Description of the task: Two lines in the listing below mark the span: one contains "use super::*;" and one contains "StarSpecification::default(), planets: vec![planet]". Reproduce both of them and everything between, exactly.

Data for processing:

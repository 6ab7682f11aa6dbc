//! Dated events of one planet: its own history, and what can be read off it.

use super::date_band::{DateBand, LightHistory};
use super::events::{Event, EventKind};
use super::history::History;
use super::planet_past::{BOILING_K, FREEZING_K, PlanetPast};
use super::specification::Body;
use super::star_bands;
use crate::physics::planet::escape::{SHORELINE_KEPT_BELOW, SHORELINE_LOST_ABOVE};
use crate::physics::planet::{Caution, ClimateState, OrbitEnd, PlanetEvent, PlanetEventKind};
use crate::units::constants::SOLAR_RADIUS_AU;

/// Periastron over the giant's radius beyond which its nearness is not worth a date.
const NEAR_WITHIN: f64 = 5.0;

/// Appends every event of a planet.
pub(super) fn push(history: &History, index: usize, events: &mut Vec<Event>) {
    let past = &history.planets()[index];
    let body = Body::Planet(index);
    let light = LightHistory::of(history, past);
    let shown = past.history().events().iter().filter(|event| event.age_yr <= history.shown_until_yr());
    events.extend(shown.map(|event| {
        Event {
            time_yr: event.age_yr,
            body,
            kind: EventKind::Planet(event.kind),
            caution: event.caution,
            band: light
                .band(event.age_yr, event.kind)
                .or_else(|| shoreline_band(history, past, event))
                .or_else(|| clock_band(history, event)),
        }
    }));
    let until_yr = past.end().map_or(history.shown_until_yr(), |(time_yr, _)| time_yr);
    let ages: Vec<f64> = history.life().node_ages_yr().iter().copied().filter(|age_yr| *age_yr < until_yr).collect();
    push_lines(history, past, body, &ages, events);
    push_nearest_giant(history, past, body, &ages, events);
    push_hottest_climate(history, past, body, &ages, events);
    push_marked(history, past, body, &ages, events);
}

/// The band of an orbit's end that the star's own change decides: as wide as the length of its life is known. Where
/// something else is doubtful, the caution says so instead.
fn clock_band(history: &History, event: &PlanetEvent) -> Option<DateBand> {
    let ends = matches!(event.kind, PlanetEventKind::Engulfed | PlanetEventKind::TornApart | PlanetEventKind::Unbound);
    (ends && event.caution.is_none()).then(|| star_bands::of_life(history, event.age_yr)).flatten()
}

/// The hottest moment of a planet whose climate answers to the star: within one state of the climate more light is
/// warmer, so the brightest moment of each state is read. What is only known to be hotter counts with its bound.
fn push_hottest_climate(history: &History, past: &PlanetPast, body: Body, ages: &[f64], events: &mut Vec<Event>) {
    if past.specification().water.is_none() {
        return;
    }
    let orbit = past.history().orbit();
    let light = |age_yr: f64| {
        let place = orbit.at(age_yr)?;
        let star = history.star_at(age_yr);
        (!star.phase.is_dark()).then(|| star.luminosity_lsun / place.semi_major_axis_au.powi(2))
    };
    let mut brightest: Vec<(ClimateState, f64, f64)> = Vec::new();
    for &age_yr in ages {
        let Some((state, light)) = past.history().climate_state_at(age_yr).zip(light(age_yr)) else { continue };
        match brightest.last_mut().filter(|last| last.0 == state) {
            Some(last) if light > last.2 => *last = (state, age_yr, light),
            Some(_) => {}
            None => brightest.push((state, age_yr, light)),
        }
    }
    let read = |(_, age_yr, light): &(ClimateState, f64, f64)| {
        let now = past.moment(*age_yr, &history.star_at(*age_yr));
        let surface_k = now.surface_temperature_k.or(now.surface_hotter_than_k)?;
        Some((*age_yr, surface_k, *light))
    };
    let hottest = brightest
        .iter()
        .filter_map(read)
        .max_by(|first, second| first.1.total_cmp(&second.1).then(first.2.total_cmp(&second.2)));
    if let Some((time_yr, ..)) = hottest {
        let band = star_bands::of_life(history, time_yr);
        events.push(Event { time_yr, body, kind: EventKind::HottestSurface, caution: None, band });
    }
}

/// The first and the last moment above the temperature that the user marked; none where it is never reached, and no
/// last one where it is never left. Steam counts as above what it is surely hotter than.
fn push_marked(history: &History, past: &PlanetPast, body: Body, ages: &[f64], events: &mut Vec<Event>) {
    let Some(marked_k) = past.specification().marked_temperature_k else { return };
    let now = |age_yr: f64| past.moment(age_yr, &history.star_at(age_yr));
    let is_above = |age_yr: f64| {
        let now = now(age_yr);
        now.surface_temperature_k.or(now.surface_hotter_than_k).is_some_and(|surface_k| surface_k > marked_k)
    };
    // A change of the climate may lift the surface above and drop it again between two nodes.
    let changes = past.history().climate_states().iter().map(|(age_yr, _)| *age_yr);
    let end_yr = past.end().map_or(f64::INFINITY, |(end_yr, _)| end_yr).min(history.shown_until_yr());
    let mut ages: Vec<f64> = ages.iter().copied().chain(changes).filter(|age_yr| *age_yr < end_yr).collect();
    ages.push(end_yr.next_down());
    ages.sort_by(f64::total_cmp);
    let above: Vec<bool> = ages.iter().map(|age_yr| is_above(*age_yr)).collect();
    let mut push = |time_yr: f64, kind: EventKind| {
        let caution = now(time_yr).surface_caution;
        events.push(Event { time_yr, body, kind, caution, band: None });
    };
    let (Some(first), Some(last)) = (above.iter().position(|now| *now), above.iter().rposition(|now| *now)) else {
        return;
    };
    let rises_yr = first.checked_sub(1).map_or(ages[0], |before| halve(ages[before], ages[first], |at| !is_above(at)));
    push(rises_yr, EventKind::FirstAbove { marked_k });
    if let Some(after_yr) = ages.get(last + 1) {
        push(halve(ages[last], *after_yr, is_above), EventKind::LastAbove { marked_k });
    } else if past.end().is_some_and(|(end_yr, _)| end_yr <= history.shown_until_yr()) {
        push(ages[last], EventKind::LastAbove { marked_k });
    }
}

/// The loss of air falls between the dates at which bodies may have lost theirs and surely have.
fn shoreline_band(history: &History, past: &PlanetPast, event: &PlanetEvent) -> Option<DateBand> {
    let until_yr = past.end().map_or(history.shown_until_yr(), |(end_yr, _)| end_yr.next_down());
    let is_below = |age_yr: f64, line: f64| past.history().shoreline_ratio_at(age_yr).is_some_and(|ratio| ratio < line);
    (event.kind == PlanetEventKind::AtmosphereLost).then(|| DateBand {
        earliest_yr: is_below(0.0, SHORELINE_KEPT_BELOW)
            .then(|| halve(0.0, event.age_yr, |age_yr| is_below(age_yr, SHORELINE_KEPT_BELOW))),
        latest_yr: (!is_below(until_yr, SHORELINE_LOST_ABOVE))
            .then(|| halve(event.age_yr, until_yr, |age_yr| is_below(age_yr, SHORELINE_LOST_ABOVE))),
    })
}

/// Crossings of freezing and boiling, and the hottest moment, under a greenhouse that the user holds.
fn push_lines(history: &History, past: &PlanetPast, body: Body, ages: &[f64], events: &mut Vec<Event>) {
    let held_k = |age_yr: f64| {
        if past.has_climate_at(age_yr) { None } else { past.held_surface_k(&history.star_at(age_yr)) }
    };
    let caution = Some(Caution::HeldByUser);
    let mut hottest: Option<(f64, f64)> = None;
    let mut before: Option<(f64, f64)> = None;
    for &age_yr in ages {
        let now = held_k(age_yr).map(|surface_k| (age_yr, surface_k));
        if let (Some((from_yr, was_k)), Some((_, is_k))) = (before, now) {
            for (line_k, rises, falls) in [
                (FREEZING_K, EventKind::RisesAboveFreezing, EventKind::FallsBelowFreezing),
                (BOILING_K, EventKind::RisesAboveBoiling, EventKind::FallsBelowBoiling),
            ] {
                let was_above = was_k > line_k;
                if was_above != (is_k > line_k) {
                    let holds = |age_yr| held_k(age_yr).is_some_and(|surface_k| (surface_k > line_k) == was_above);
                    let time_yr = halve(from_yr, age_yr, holds);
                    let kind = if was_above { falls } else { rises };
                    events.push(Event { time_yr, body, kind, caution, band: None });
                }
            }
        }
        if now.is_some_and(|(_, surface_k)| hottest.is_none_or(|(_, most_k)| surface_k > most_k)) {
            hottest = now;
        }
        before = now;
    }
    if let Some((time_yr, _)) = hottest.filter(|_| past.specification().water.is_none()) {
        events.push(Event { time_yr, body, kind: EventKind::HottestSurface, caution, band: None });
    }
}

/// The nearest miss of the giant, for planets that it does not take.
fn push_nearest_giant(history: &History, past: &PlanetPast, body: Body, ages: &[f64], events: &mut Vec<Event>) {
    if past.end().is_some_and(|(_, end)| end != OrbitEnd::Unbound) {
        return;
    }
    let orbit = past.history().orbit();
    let ratio = |age_yr: f64| {
        let star = history.star_at(age_yr);
        let place = orbit.at(age_yr).filter(|_| star.phase.is_giant())?;
        Some(place.semi_major_axis_au * (1.0 - place.eccentricity) / (star.radius_rsun * SOLAR_RADIUS_AU))
    };
    let nearest = ages
        .iter()
        .filter_map(|age_yr| Some((*age_yr, ratio(*age_yr)?)))
        .min_by(|first, second| first.1.total_cmp(&second.1));
    if let Some((time_yr, _)) = nearest.filter(|(_, ratio)| *ratio < NEAR_WITHIN) {
        let caution = past.history().orbit_caution();
        let band = if caution.is_none() { star_bands::of_life(history, time_yr) } else { None };
        events.push(Event { time_yr, body, kind: EventKind::GiantNearest, caution, band });
    }
}

/// The time at which a condition that holds at the start stops holding, by halving.
pub(super) fn halve(mut start_yr: f64, mut end_yr: f64, holds: impl Fn(f64) -> bool) -> f64 {
    for _ in 0..48 {
        let middle_yr = 0.5 * (start_yr + end_yr);
        if holds(middle_yr) { start_yr = middle_yr } else { end_yr = middle_yr }
    }
    end_yr
}

#[cfg(test)]
mod tests {
    use super::*;
    use crate::system::{PlanetSpecification, StarSpecification, System, Water};

    fn events(planet: PlanetSpecification) -> (History, Vec<Event>) {
        let history =
            History::compute(System { star: StarSpecification::default(), planets: vec![planet] }).expect("computed");
        let events = history.events().iter().filter(|event| event.body == Body::Planet(0)).copied().collect();
        (history, events)
    }

    fn surface_k(history: &History, age_yr: f64) -> f64 {
        let now = history.planet_at(0, age_yr).expect("a planet");
        now.surface_temperature_k.or(now.surface_hotter_than_k).unwrap_or(0.0)
    }

    #[test]
    fn the_first_and_the_last_moment_above_a_marked_temperature_are_just_that() {
        for (water, semi_major_axis_au, marked_k) in [
            (None, 3.0, 250.0),
            (None, 1.5, 230.0),
            (Some(Water::default()), 4.0, 250.0),
            (Some(Water::default()), 1.4, 289.0),
        ] {
            let (history, events) = events(PlanetSpecification {
                semi_major_axis_au,
                water,
                marked_temperature_k: Some(marked_k),
                ..PlanetSpecification::default()
            });
            let dated = |kind| events.iter().find(|event| event.kind == kind).expect("dated").time_yr;
            let (first_yr, last_yr) =
                (dated(EventKind::FirstAbove { marked_k }), dated(EventKind::LastAbove { marked_k }));
            assert!(first_yr < last_yr, "{first_yr} {last_yr}");
            assert!(surface_k(&history, first_yr * (1.0 + 1e-9)) > marked_k);
            assert!(surface_k(&history, last_yr * (1.0 - 1e-9)) > marked_k);
            for share in 0..400 {
                let share = f64::from(share) / 400.0;
                assert!(surface_k(&history, share * 0.999_999 * first_yr) <= marked_k + 1e-6, "{first_yr} {share}");
                let after_yr = last_yr * 1.000_001 * (history.shown_until_yr() / last_yr).powf(share);
                assert!(surface_k(&history, after_yr) <= marked_k + 1e-6, "{last_yr} {share}");
            }
        }
    }

    #[test]
    fn a_temperature_that_is_never_reached_or_not_marked_is_not_dated() {
        let is_dated = |planet| {
            let (_, events) = events(planet);
            events.iter().any(|event| matches!(event.kind, EventKind::FirstAbove { .. } | EventKind::LastAbove { .. }))
        };
        assert!(!is_dated(PlanetSpecification::default()));
        let cold = PlanetSpecification { semi_major_axis_au: 300.0, ..PlanetSpecification::default() };
        assert!(!is_dated(PlanetSpecification { marked_temperature_k: Some(5000.0), ..cold }));
    }

    #[test]
    fn the_hottest_moment_is_hotter_than_any_other() {
        for (semi_major_axis_au, water) in [(4.0, Some(Water::default())), (20.0, Some(Water::default())), (4.0, None)]
        {
            let (history, events) =
                events(PlanetSpecification { semi_major_axis_au, water, ..PlanetSpecification::default() });
            let hottest = events.iter().filter(|event| event.kind == EventKind::HottestSurface).collect::<Vec<_>>();
            assert_eq!(hottest.len(), 1);
            let most_k = surface_k(&history, hottest[0].time_yr);
            for &age_yr in history.life().node_ages_yr().iter().step_by(7) {
                assert!(surface_k(&history, age_yr) < most_k + 2.0, "{semi_major_axis_au}: {age_yr} {most_k}");
            }
        }
    }

    #[test]
    fn air_is_lost_between_the_lines_of_bodies_that_kept_and_lost_it() {
        let small = PlanetSpecification {
            mass_mearth: 0.1,
            radius_rearth: 0.53,
            semi_major_axis_au: 1.4,
            ..PlanetSpecification::default()
        };
        let (history, events) = events(small);
        let lost =
            events.iter().find(|event| event.kind == EventKind::Planet(PlanetEventKind::AtmosphereLost)).expect("lost");
        let band = lost.band.expect("a band");
        let ratio = |age_yr| history.planets()[0].history().shoreline_ratio_at(age_yr).expect("on its orbit");
        for (date_yr, line) in [(band.earliest_yr, 5.0), (band.latest_yr, 20.0)] {
            if let Some(date_yr) = date_yr {
                assert!((ratio(date_yr) / line - 1.0).abs() < 1e-3, "{line}: {}", ratio(date_yr));
            }
        }
        assert!(band.earliest_yr.is_some() || band.latest_yr.is_some(), "{band:?}");
    }

    #[test]
    fn a_planet_that_turns_fast_at_first_locks_later() {
        let locked_yr = |initial_day_h| {
            let near = PlanetSpecification { semi_major_axis_au: 0.3, initial_day_h, ..PlanetSpecification::default() };
            let (_, events) = events(near);
            let locked = |event: &&Event| event.kind == EventKind::Planet(PlanetEventKind::Locked);
            events.iter().find(locked).expect("locks").time_yr
        };
        assert!(locked_yr(Some(5.0)) > locked_yr(None) && locked_yr(None) > locked_yr(Some(200.0)));
        assert_eq!(locked_yr(None), locked_yr(Some(24.0)));
    }

    #[test]
    fn a_planet_s_end_by_the_giant_is_dated_as_well_as_the_giant() {
        let star = crate::system::StarSpecification::default();
        let planet = PlanetSpecification { semi_major_axis_au: 0.25, ..PlanetSpecification::default() };
        let history = History::compute(crate::system::System { star, planets: vec![planet] }).expect("computed");
        let engulfed = EventKind::Planet(PlanetEventKind::Engulfed);
        let event = history.events().iter().find(|event| event.kind == engulfed).expect("it is swallowed");
        assert_eq!(event.band.is_some(), event.caution.is_none());
        if let Some(DateBand { earliest_yr: Some(earliest_yr), latest_yr: Some(latest_yr) }) = event.band {
            assert!(earliest_yr < event.time_yr && latest_yr > event.time_yr, "{event:?}");
        }
    }
}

Response below:
    use super::*;
    use crate::system::{PlanetSpecification, StarSpecification, System, Water};

    fn events(planet: PlanetSpecification) -> (History, Vec<Event>) {
        let history =
            History::compute(System { star: StarSpecification::default(), planets: vec![planet] }).expect("computed");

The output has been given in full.